WORK ORDER → Please repeat only the stretch of records running from the first line through the line that contains "the respondent-facing text".

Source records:
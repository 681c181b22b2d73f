package server

import (
	"crypto/rand"
	"encoding/hex"
	"encoding/json"
	"errors"
	"log/slog"
	"net/http"
	"strings"

	"trialogue/arms"
)

// Error is a failure with two audiences: the respondent sees the catalogue
// text named by Key (in their language) and a reference code; the log gets
// the precise cause.
type Error struct {
	Status int
	Key    string // message catalogue key of the respondent-facing text
	Rule   string // for refused replies: which rule (too_short, max_reached, ...)
	Field  string // for bad entry links: which field
	Msg    string // a precise, safe description (shown in JSON answers and error pages)
	Err    error  // the internal cause, logged, never shown
}

func (e *Error) Error() string {
	if e.Err != nil {
		return e.Msg + ": " + e.Err.Error()
	}
	return e.Msg
}

func (e *Error) Unwrap() error { return e.Err }

// errorPage is the data of the error page.
type errorPage struct {
	pageBase
	Message   string
	Field     string
	Reference string
}

// pageBase is what every page's layout needs.
type pageBase struct {
	Lang, Dir string
	PageTitle string
	T         map[string]string
}

// wantsJSON reports whether an error should be answered as JSON: the
// respondent page's API calls, or a client that asks for it.
func wantsJSON(r *http.Request) bool {
	if strings.Contains(r.Header.Get("Accept"), "application/json") || strings.Contains(r.Header.Get("Accept"), "text/event-stream") {
		return true
	}
	return r.Method != http.MethodGet || strings.HasSuffix(r.URL.Path, "/state")
}

// fail is the one error path: it logs internal errors with a reference
// code and answers with a safe message as HTML or JSON.
func (s *Server) fail(w http.ResponseWriter, r *http.Request, err error) {
	var e *Error
	if !errors.As(err, &e) {
		var re *arms.RuleError
		if errors.As(err, &re) {
			e = &Error{Status: re.Status, Key: re.Rule, Rule: re.Rule, Msg: re.Msg}
		} else {
			e = &Error{Status: http.StatusInternalServerError, Key: "server_error", Msg: "internal error", Err: err}
		}
	}
	ref := reference()
	if e.Status >= 500 {
		s.log.Error("request failed", slog.String("ref", ref), slog.String("route", routeOf(r)), slog.Any("err", e))
	}
	lang, texts := s.respondentTexts(r)
	msg := texts[e.Key]
	if msg == "" {
		msg = e.Msg
	}
	if wantsJSON(r) {
		writeJSON(w, e.Status, map[string]string{"error": e.Msg, "rule": e.Rule, "field": e.Field, "reference": ref})
		return
	}
	page := errorPage{pageBase: pageBase{Lang: lang, Dir: direction(lang), PageTitle: texts["error_title"], T: texts},
		Message: msg, Reference: ref}
	if e.Field != "" {
		page.Field = e.Field + ": " + e.Msg
	}
	var b strings.Builder
	if rerr := s.assets.Render(&b, "error", page); rerr != nil {
		s.log.Error("render error page", slog.Any("err", rerr))
		http.Error(w, http.StatusText(e.Status)+" ("+ref+")", e.Status)
		return
	}
	w.Header().Set("Content-Type", "text/html; charset=utf-8")
	w.WriteHeader(e.Status)
	w.Write([]byte(b.String()))
}

// reference returns a short code that ties what a respondent reports to a log line.
func reference() string {
	var b [4]byte
	rand.Read(b[:])
	return strings.ToUpper(hex.EncodeToString(b[:]))
}

func writeJSON(w http.ResponseWriter, status int, v any) {
	b, err := json.Marshal(v)
	if err != nil {
		http.Error(w, `{"error":"internal error"}`, http.StatusInternalServerError)
		return
	}
	w.Header().Set("Content-Type", "application/json")
	w.Header().Set("Cache-Control", "no-store")
	w.WriteHeader(status)
	w.Write(b)
	w.Write([]byte("\n"))
}
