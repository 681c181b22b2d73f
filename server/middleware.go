package server

import (
	"context"
	"errors"
	"fmt"
	"log/slog"
	"net/http"
	"time"

	"github.com/go-chi/chi/v5"
	"github.com/go-chi/chi/v5/middleware"

	"trialogue/store"
)

// securityHeaders sets what every answer carries. Entry links hold
// respondent ids, so no referrer ever leaves; scripts come only from this
// server. Pages that may be framed set their own frame-ancestors.
func securityHeaders(next http.Handler) http.Handler {
	return http.HandlerFunc(func(w http.ResponseWriter, r *http.Request) {
		h := w.Header()
		h.Set("X-Content-Type-Options", "nosniff")
		h.Set("Referrer-Policy", "no-referrer")
		h.Set("Content-Security-Policy", csp("'none'"))
		next.ServeHTTP(w, r)
	})
}

func csp(frameAncestors string) string {
	return "default-src 'self'; script-src 'self'; style-src 'self'; img-src 'self' data:; connect-src 'self'; " +
		"base-uri 'none'; form-action 'self'; frame-ancestors " + frameAncestors
}

// logRequests logs each request by its route pattern, so tokens and
// respondent ids in the address never reach the log.
func (s *Server) logRequests(next http.Handler) http.Handler {
	return http.HandlerFunc(func(w http.ResponseWriter, r *http.Request) {
		start := time.Now()
		ww := middleware.NewWrapResponseWriter(w, r.ProtoMajor)
		next.ServeHTTP(ww, r)
		s.log.Info("request", slog.String("method", r.Method), slog.String("route", routeOf(r)),
			slog.Int("status", ww.Status()), slog.Duration("took", time.Since(start)))
	})
}

func routeOf(r *http.Request) string {
	if rc := chi.RouteContext(r.Context()); rc != nil && rc.RoutePattern() != "" {
		return rc.RoutePattern()
	}
	return "unmatched"
}

func (s *Server) recoverer(next http.Handler) http.Handler {
	return http.HandlerFunc(func(w http.ResponseWriter, r *http.Request) {
		defer func() {
			if v := recover(); v != nil {
				if v == http.ErrAbortHandler {
					panic(v)
				}
				s.fail(w, r, fmt.Errorf("panic: %v", v))
			}
		}()
		next.ServeHTTP(w, r)
	})
}

type ctxKey int

const sessionKey ctxKey = 0

// withSession resolves the token in the address to its session.
func (s *Server) withSession(next http.Handler) http.Handler {
	return http.HandlerFunc(func(w http.ResponseWriter, r *http.Request) {
		start := time.Now()
		token := chi.URLParam(r, "token")
		if len(token) < 16 || len(token) > 64 {
			s.fail(w, r, &Error{Status: http.StatusNotFound, Key: "not_found", Msg: "unknown link"})
			return
		}
		sess, err := s.store.SessionByToken(r.Context(), token)
		if errors.Is(err, store.ErrNotFound) {
			s.fail(w, r, &Error{Status: http.StatusNotFound, Key: "not_found", Msg: "unknown link"})
			return
		}
		if err != nil {
			s.fail(w, r, err)
			return
		}
		st, err := s.studyOf(r.Context(), sess)
		if errors.Is(err, store.ErrNotFound) {
			s.fail(w, r, &Error{Status: http.StatusNotFound, Key: "not_found", Msg: "this study is not being served", Err: err})
			return
		}
		if err != nil {
			s.fail(w, r, err)
			return
		}
		w.Header().Set("Content-Security-Policy", csp(frameAncestors(st.Def)))
		ctx := context.WithValue(r.Context(), sessionKey, &request{sess: sess, study: st, start: start})
		next.ServeHTTP(w, r.WithContext(ctx))
	})
}

// request is the session a respondent request is about.
type request struct {
	sess  store.Session
	study *Study
	start time.Time // when the request reached the session: the server's own clock for overhead
}

func fromContext(ctx context.Context) *request {
	return ctx.Value(sessionKey).(*request)
}
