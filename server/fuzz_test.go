package server_test

import (
	"bytes"
	"context"
	"encoding/json"
	"net/http"
	"net/http/httptest"
	"slices"
	"strings"
	"testing"
)

// FuzzReplyBody sends arbitrary bodies as a respondent's reply. The server
// must answer with JSON and one of the statuses of the README (200, 400,
// 409, 413, 422), never a 500; a refused body changes nothing; an accepted
// one stores exactly the decoded text. Seeds are in
// testdata/fuzz/FuzzReplyBody.
func FuzzReplyBody(f *testing.F) {
	for _, seed := range []string{
		`{"text":"When is the first ferry?","client_id":"a1"}`,
		`{"text":"no id given here"}`,
		`{"text":"<script>alert(1)</script> hello there","client_id":"x"}`,
		`{"text":"caf\u00e9 au lait please","client_id":"u-1"}`,
		`{"text":"one","client_id":"short"}`,
		`{"text":"two words","client_id":"dup"}{"x":1}`,
		`{"text":null,"client_id":"n"}`,
		`{"text":"a b","client_id":"` + strings.Repeat("z", 65) + `"}`,
		`[]`, ``, `{`, "\xff\xfe",
	} {
		f.Add([]byte(seed))
	}
	arm := strings.Replace(chatArm, "replies: {min: 2, max: 3, min_words: 2, max_chars: 200}", "replies: {min: 1, max: 100, min_words: 2, max_chars: 200}", 1)
	arm = strings.Replace(arm, "    opening: true\n", "", 1)
	fx := newFixture(f, studyYAML("harrow-fuzz", `bot: {kind: scripted}`, arm), nil)
	tok := fx.enter("R-FUZZ", "left")
	sess, err := fx.st.SessionByToken(context.Background(), tok)
	if err != nil {
		f.Fatal(err)
	}
	h := fx.srv.Handler()
	allowed := []int{200, 400, 409, 413, 422}
	f.Fuzz(func(t *testing.T, body []byte) {
		before, err := fx.st.Turns(context.Background(), sess.ID)
		if err != nil {
			t.Fatal(err)
		}
		req := httptest.NewRequest("POST", "/c/"+tok+"/reply", bytes.NewReader(body))
		req.Header.Set("Accept", "application/json")
		rec := httptest.NewRecorder()
		h.ServeHTTP(rec, req)
		if !slices.Contains(allowed, rec.Code) {
			t.Fatalf("got status %d, want one of %v; body %s", rec.Code, allowed, rec.Body.String())
		}
		if !json.Valid(rec.Body.Bytes()) {
			t.Fatalf("got a non-JSON answer %q", rec.Body.String())
		}
		after, err := fx.st.Turns(context.Background(), sess.ID)
		if err != nil {
			t.Fatal(err)
		}
		if rec.Code != http.StatusOK {
			if len(after) != len(before) {
				t.Fatalf("refused with %d but turns went from %d to %d", rec.Code, len(before), len(after))
			}
			return
		}
		var sent struct {
			Text     string `json:"text"`
			ClientID string `json:"client_id"`
		}
		if err := json.Unmarshal(body, &sent); err != nil {
			t.Fatalf("accepted a body that does not decode: %v", err)
		}
		if len(after) == len(before) {
			return // a resend of a stored client id
		}
		if len(after) != len(before)+2 || after[len(before)].Text != sent.Text || after[len(before)+1].Role != "assistant" {
			t.Fatalf("accepted reply: got %d new turns, the first %q, want 2 with %q", len(after)-len(before), after[len(before)].Text, sent.Text)
		}
	})
}
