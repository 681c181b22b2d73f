package server

import (
	"archive/zip"
	"fmt"
	"io"
	"log/slog"
	"net/http"
	"os"
	"path/filepath"
	"strconv"
	"time"

	"trialogue/store"
)

// handleExport writes a study's export (sessions.csv, turns.csv,
// turns.jsonl, codebook.md) into a temporary folder and sends it as one
// zip archive, for owners and viewers alike. Pilot and synthetic sessions
// are left out unless asked for; release=1 writes the shareable copy.
//
// GET /console/studies/{study}/export.zip[?pilot=1][&synthetic=1][&release=1]
func (s *Server) handleExport(w http.ResponseWriter, r *http.Request) {
	cs := consoleStudyOf(r.Context())
	q := r.URL.Query()
	var opt store.ExportOptions
	for _, o := range []struct {
		key string
		to  *bool
	}{{"pilot", &opt.IncludePilot}, {"synthetic", &opt.IncludeSynthetic}, {"release", &opt.Release}} {
		switch q.Get(o.key) {
		case "", "0":
		case "1":
			*o.to = true
		default:
			s.consoleFail(w, r, &Error{Status: http.StatusBadRequest, Msg: fmt.Sprintf("%s must be 1 or left out, not %q.", o.key, q.Get(o.key))})
			return
		}
	}
	dir, err := os.MkdirTemp("", "trialogue-export-")
	if err != nil {
		s.consoleFail(w, r, fmt.Errorf("export folder: %w", err))
		return
	}
	defer os.RemoveAll(dir)
	files := filepath.Join(dir, "files")
	sum, err := s.store.Export(r.Context(), cs.Def, cs.Def.ID, files, opt)
	if err != nil {
		s.consoleFail(w, r, err)
		return
	}
	now := s.Now().UTC()
	name := cs.Def.ID + "-export-" + now.Format("20060102T150405Z")
	if opt.Release {
		name += "-release"
	}
	archive := filepath.Join(dir, name+".zip")
	if err := zipFiles(archive, files, name, sum.Files, now); err != nil {
		s.consoleFail(w, r, err)
		return
	}
	f, err := os.Open(archive)
	if err != nil {
		s.consoleFail(w, r, fmt.Errorf("export archive: %w", err))
		return
	}
	defer f.Close()
	fi, err := f.Stat()
	if err != nil {
		s.consoleFail(w, r, fmt.Errorf("export archive: %w", err))
		return
	}
	u := consoleUser(r.Context())
	s.log.Info("console export", slog.String("study", cs.Def.ID), slog.Int64("user", u.ID), slog.Int("sessions", sum.Sessions),
		slog.Int("turns", sum.Turns), slog.Bool("release", opt.Release))
	h := w.Header()
	h.Set("Content-Type", "application/zip")
	// RFC 6266: a download, under this name (study ids are [a-z0-9-]).
	h.Set("Content-Disposition", `attachment; filename="`+name+`.zip"`)
	h.Set("Content-Length", strconv.FormatInt(fi.Size(), 10))
	w.WriteHeader(http.StatusOK)
	io.Copy(w, f)
}

// zipFiles writes the named files of dir into a zip archive at path, in a
// folder called folder, with the time given.
func zipFiles(path, dir, folder string, names []string, at time.Time) (err error) {
	out, err := os.Create(path)
	if err != nil {
		return fmt.Errorf("export archive: %w", err)
	}
	defer func() {
		if cerr := out.Close(); err == nil && cerr != nil {
			err = fmt.Errorf("export archive: %w", cerr)
		}
	}()
	zw := zip.NewWriter(out)
	for _, n := range names {
		src, err := os.Open(filepath.Join(dir, n))
		if err != nil {
			return fmt.Errorf("export archive: %w", err)
		}
		hdr := &zip.FileHeader{Name: folder + "/" + n, Method: zip.Deflate, Modified: at}
		dst, err := zw.CreateHeader(hdr)
		if err == nil {
			_, err = io.Copy(dst, src)
		}
		src.Close()
		if err != nil {
			return fmt.Errorf("export archive: %s: %w", n, err)
		}
	}
	if err := zw.Close(); err != nil {
		return fmt.Errorf("export archive: %w", err)
	}
	return nil
}
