// span writes a duration in words: "90 seconds", "5 minutes", "1 hour".
func span(d time.Duration) string {
	switch {
	case d == 0:
		return "no time"
	case d%(7*24*time.Hour) == 0:
		return plural(int(d/(7*24*time.Hour)), "week")
	case d%(24*time.Hour) == 0:
		return plural(int(d/(24*time.Hour)), "day")
	case d%time.Hour == 0:
		return plural(int(d/time.Hour), "hour")
	case d%time.Minute == 0:
		return plural(int(d/time.Minute), "minute")
	case d%time.Second == 0:
		return plural(int(d/time.Second), "second")
	}
	return d.String()
}
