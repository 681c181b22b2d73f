package server

import (
	"encoding/json"
	"html/template"
	"math"
	"net/http"
	"strconv"
	"strings"
	"time"

	"github.com/go-chi/chi/v5"

	"trialogue/arms"
	"trialogue/store"
)

// State is what the respondent page knows of its session. It names no arm
// and shows no prompt.
type State struct {
	Kind        string         `json:"kind"`
	Messages    []StateMessage `json:"messages"`
	RepliesUsed int            `json:"replies_used"`
	RepliesMin  int            `json:"replies_min"`
	RepliesMax  int            `json:"replies_max"`
	CanReply    bool           `json:"can_reply"`
	CanFinish   bool           `json:"can_finish"`
	Finished    bool           `json:"finished"`
	Owed        bool           `json:"owed"`                   // a model turn is due
	Failed      bool           `json:"failed"`                 // the last attempt at it failed: offer Retry
	WaitSeconds int            `json:"wait_seconds,omitempty"` // reading time left before Continue
	MinWords    int            `json:"min_words,omitempty"`    // chat: the fewest words a reply may have
	MaxChars    int            `json:"max_chars,omitempty"`    // chat: the most characters a reply may have
}

// StateMessage is one turn as the respondent sees it.
type StateMessage struct {
	Role string `json:"role"` // "assistant" or "respondent"
	Text string `json:"text"`
}

// state computes a session's state from its turns.
func (s *Server) state(req *request, turns []store.Turn, failedAt time.Time) State {
	arm := req.study.Def.Arms[req.sess.Arm]
	p := store.Progress(arm, turns, req.sess.Finished())
	st := State{Kind: arm.Kind, Messages: []StateMessage{}, RepliesUsed: p.Replies, Finished: p.Finished, Owed: p.Owed}
	for _, t := range turns {
		st.Messages = append(st.Messages, StateMessage{Role: t.Role, Text: t.Text})
	}
	if arm.Kind == arms.KindChat {
		lim := arm.RepliesOf()
		st.RepliesMin, st.RepliesMax = lim.Min, lim.Max
		st.CanReply = !p.Finished && !p.Owed && p.Replies < lim.Max
		st.MinWords, st.MaxChars = lim.MinWords, lim.MaxChars
		if st.MaxChars == 0 {
			st.MaxChars = arms.DefaultMaxChars
		}
	}
	elapsed := s.Now().Sub(req.sess.CreatedAt).Seconds()
	st.CanFinish = !p.Finished && arm.CheckFinish(p, elapsed) == nil
	if arm.Kind != arms.KindChat && !p.Finished {
		if left := float64(arm.MinSeconds) - elapsed; left > 0 {
			st.WaitSeconds = int(math.Ceil(left))
		}
	}
	if p.Owed && !failedAt.IsZero() {
		last := req.sess.CreatedAt
		if n := len(turns); n > 0 {
			last = turns[n-1].CreatedAt
		}
		st.Failed = !failedAt.Before(last)
	}
	return st
}

func (s *Server) loadState(r *http.Request, req *request) (State, []store.Turn, error) {
	turns, err := s.store.Turns(r.Context(), req.sess.ID)
	if err != nil {
		return State{}, nil, err
	}
	failedAt, err := s.store.LastFailure(r.Context(), req.sess.ID)
	if err != nil {
		return State{}, nil, err
	}
	return s.state(req, turns, failedAt), turns, nil
}

// respondentPage is the data of the respondent page.
type respondentPage struct {
	pageBase
	Title           string
	Token           string
	Kind            string
	Chat            bool
	ShowDisclosure  bool
	ParentOrigin    string
	FixedText       string
	FixedParagraphs []string
	Messages        []StateMessage
	MaxChars        int
	Counter         string // the reply counter as the script would write it, so nothing moves when it starts
	CounterWarn     string // the warning before the last reply
	TextsJSON       template.JS
}

// handlePage shows the respondent page.
//
// GET /c/{token}
func (s *Server) handlePage(w http.ResponseWriter, r *http.Request) {
	req := fromContext(r.Context())
	def := req.study.Def
	arm := def.Arms[req.sess.Arm]
	st, _, err := s.loadState(r, req)
	if err != nil {
		s.fail(w, r, err)
		return
	}
	lang := sessionLanguage(req)
	texts := s.assets.Texts(lang, def.TextOverrides(lang))
	title := def.Title
	if texts["title"] != "" {
		title = texts["title"]
	}
	counter, warn := counterText(st, texts)
	tj, err := json.Marshal(texts)
	if err != nil {
		s.fail(w, r, err)
		return
	}
	page := respondentPage{
		pageBase:       pageBase{Lang: lang, Dir: direction(lang), PageTitle: title, T: texts},
		Title:          title,
		Token:          req.sess.Token,
		Kind:           arm.Kind,
		Chat:           arm.Kind == arms.KindChat,
		ShowDisclosure: arm.NeedsModel(),
		ParentOrigin:   def.ParentOrigin,
		FixedText:      arm.Text,
		Messages:       st.Messages,
		MaxChars:       st.MaxChars,
		Counter:        counter,
		CounterWarn:    warn,
		// JSON inside a script element of type application/json: escape "<" so
		// that no text can close the element.
		TextsJSON: template.JS(strings.ReplaceAll(string(tj), "<", `\u003c`)),
	}
	if page.MaxChars == 0 {
		page.MaxChars = arms.DefaultMaxChars
	}
	for _, para := range strings.Split(strings.TrimSpace(arm.Text), "\n\n") {
		if para = strings.TrimSpace(para); para != "" {
			page.FixedParagraphs = append(page.FixedParagraphs, para)
		}
	}
	var b strings.Builder
	if err := s.assets.Render(&b, "respondent", page); err != nil {
		s.fail(w, r, err)
		return
	}
	w.Header().Set("Content-Type", "text/html; charset=utf-8")
	w.Header().Set("Cache-Control", "no-store")
	w.Write([]byte(b.String()))
}

// sessionLanguage is the language of a session's page: the one its entry
// link chose, or else the study's.
func sessionLanguage(req *request) string {
	if req.sess.Language != "" {
		return req.sess.Language
	}
	return req.study.Def.Language
}

// respondentTexts is the catalogue for a respondent's request, in their
// language when it is known: the session's, or on an entry link the one
// lang= asks for, or the study's.
func (s *Server) respondentTexts(r *http.Request) (lang string, texts map[string]string) {
	if req, ok := r.Context().Value(sessionKey).(*request); ok && req != nil {
		lang = sessionLanguage(req)
		return lang, s.assets.Texts(lang, req.study.Def.TextOverrides(lang))
	}
	if rc := chi.RouteContext(r.Context()); rc != nil {
		if st, ok := s.study(rc.URLParam("study")); ok {
			lang = st.Def.Language
			if l, err := st.Def.EntryLanguage(r.URL.Query()["lang"]); err == nil && l != "" {
				lang = l
			}
			return lang, s.assets.Texts(lang, st.Def.TextOverrides(lang))
		}
	}
	return "en", s.assets.Texts("en", nil)
}

// counterText is the reply counter of a chat and its warning before the
// last reply, as chat.js writes them.
func counterText(st State, texts map[string]string) (counter, warn string) {
	if st.Kind != arms.KindChat {
		return "", ""
	}
	if st.RepliesUsed >= st.RepliesMax {
		return texts["max_reached"], ""
	}
	key := "counter"
	if st.RepliesUsed >= st.RepliesMin {
		key = "counter_done"
	}
	counter = strings.NewReplacer("{used}", strconv.Itoa(st.RepliesUsed), "{min}", strconv.Itoa(st.RepliesMin),
		"{max}", strconv.Itoa(st.RepliesMax)).Replace(texts[key])
	if st.RepliesMax-st.RepliesUsed == 1 && !st.Finished {
		warn = texts["last_reply"]
	}
	return counter, warn
}

// direction is the writing direction of a language.
func direction(lang string) string {
	base, _, _ := strings.Cut(lang, "-")
	switch base {
	case "ar", "he", "fa", "ur", "ps", "yi", "dv", "ckb":
		return "rtl"
	}
	return "ltr"
}

// handleState answers with the session's state.
//
// GET /c/{token}/state
func (s *Server) handleState(w http.ResponseWriter, r *http.Request) {
	req := fromContext(r.Context())
	st, _, err := s.loadState(r, req)
	if err != nil {
		s.fail(w, r, err)
		return
	}
	writeJSON(w, http.StatusOK, st)
}

// finishAnswer is what Continue gets back.
type finishAnswer struct {
	ReturnURL string `json:"return_url"`
	RID       string `json:"rid"`
	Code      string `json:"code"`
	ArmCode   string `json:"arm_code"`
}

// handleFinish ends the session and gives the address back to the survey.
//
// POST /c/{token}/finish
func (s *Server) handleFinish(w http.ResponseWriter, r *http.Request) {
	req := fromContext(r.Context())
	unlock := s.locks.lock(req.sess.ID)
	defer unlock()
	def := req.study.Def
	if !req.sess.Finished() {
		turns, err := s.store.Turns(r.Context(), req.sess.ID)
		if err != nil {
			s.fail(w, r, err)
			return
		}
		arm := def.Arms[req.sess.Arm]
		p := store.Progress(arm, turns, false)
		if err := arm.CheckFinish(p, s.Now().Sub(req.sess.CreatedAt).Seconds()); err != nil {
			s.fail(w, r, err)
			return
		}
		if _, err := s.store.Finish(r.Context(), req.sess.ID); err != nil {
			s.fail(w, r, err)
			return
		}
	}
	code := completionCode(req.study, req.sess.RID)
	u, err := def.ReturnURL(req.sess.RID, code, req.sess.ArmCode)
	if err != nil {
		s.fail(w, r, err)
		return
	}
	writeJSON(w, http.StatusOK, finishAnswer{ReturnURL: u, RID: req.sess.RID, Code: code, ArmCode: req.sess.ArmCode})
}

WORKED SOLUTION →
repository 681c181b22b2d73f
package server

import (
	"crypto/rand"
	"encoding/hex"
	"encoding/json"
	"errors"
	"log/slog"
	"net/http"
	"strings"

	"trialogue/arms"
)

// Error is a failure with two audiences: the respondent sees the catalogue
// text named by Key (in their language) and a reference code; the log gets
// the precise cause.
type Error struct {
	Status int
	Key    string // message catalogue key of the respondent-facing text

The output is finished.